歴史と伝統の中で培った本当の乳幼児教育
保育園を取り巻く環境は大きな転換期にあります。これまで保育園と幼稚園で別々で行ってきた就学前教育の一元化、幼保一元化が日程にあがっているからです。就学前の教育の充実に異論はなく、保護者のニーズも強い。過日、新聞に京都の大手進学塾が街中に保育園を開設する記事を読みました。進学塾のノウハウを生かした園を目指しているといいます。

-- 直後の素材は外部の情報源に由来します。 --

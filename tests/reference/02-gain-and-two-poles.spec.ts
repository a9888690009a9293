import { describe, expect, it } from 'vitest';
import { runStudy } from './support/run-study';
import { expectLargest, expectWitness } from './support/two-sided';

// A gain and two poles, all uncertain. de Gaston & Safonov 1988, IEEE TAC 33(2):156–171; the data also in Floudas et
// al. 1999, Handbook of Test Problems in Local and Global Optimization, problem 7.3.1 (seen); values recomputed.
describe('a gain and two poles', () => {
  const result = runStudy({
    machine: {
      states: ['z0', 'z1', 'z2', 'z3'],
      dynamics: [
        [0, 1, 0, 0],
        [0, '-p1', 1, 0],
        ['-K', 0, '-p2', '8*K'],
        [1, 0, 0, -10],
      ],
    },
    parameters: [
      { id: 'K', nominal: 800, low: 0, high: 1600 },
      { id: 'p1', nominal: 4, low: 2, high: 6 },
      { id: 'p2', nominal: 6, low: 3, high: 9 },
    ],
  });

  it('has the band stretch 0.3417395531', () => {
    expectLargest(result.bandStretch, 0.3417395531);
    expect(result.bandStretch?.failsAt).toBeCloseTo(0.3417395531, 5);
  });

  it('fails there at the published point and frequency', () => {
    expectWitness(result.bandStretch, { K: 1073.3916, p1: 3.316521, p2: 4.974781 });
    expect(result.bandStretch?.frequency).toBeCloseTo(8.228201, 2);
  });

  it('fails on the full bands', () => {
    expect(result.bands).toMatchObject({ verdict: 'fails', proof: 'proved', requirement: 'stability' });
    expect(result.bands.value).toBeLessThan(0);
  });
});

当園は、保護者のニーズに応え、養護の乳児部門と教育の幼児部門に分け、職員の配置、カリキュラムを作成しています。外部の専門講師の助けもかりての事実上の幼保一元化です。課題も多いですが、職員のがんばりで効果をあげ、学校における卒園児の評判は高く塾通いなしで私立の難関合格者もいます。ところが、政府の一元化に幼稚園が反対していると聞きます。「学力低下」が表向きの理由だそうですが、新聞の解説には、乳児受け入れのハード、ソフト両面にためらいがあるといいます。幼稚園側の「学力低下」の声は、保育園児は学力で幼稚園児に劣るがごときかに聞こえますが、いかがなものでしょうか。
保育園、職員は発奮しなければならないと思います。
政府は保育園から先行して一元化の方針を固めており、保育園は学校法人と社会福祉法人の両面の性格をあわせ持つことになります。私たちは戦後間もなく制定の児童福祉法の福祉施設として歩んできました。福祉の概念を旗高く掲げており、誇りもあります。幼稚園は学校教育法による学校になり、確かに歴史は古い。明治9年、いまのお茶ノ水女子大の前身、東京女子師範付属幼稚園が日本最初であります。戦後生まれと明治生まれの違いが壁をつくっているのかも知れないが、私たちは生まれも育ちも「福祉」です。一元化されても、この概念が「学校教育」と交じり合うには、銀行の合併以上の時間と努力がいるはずです。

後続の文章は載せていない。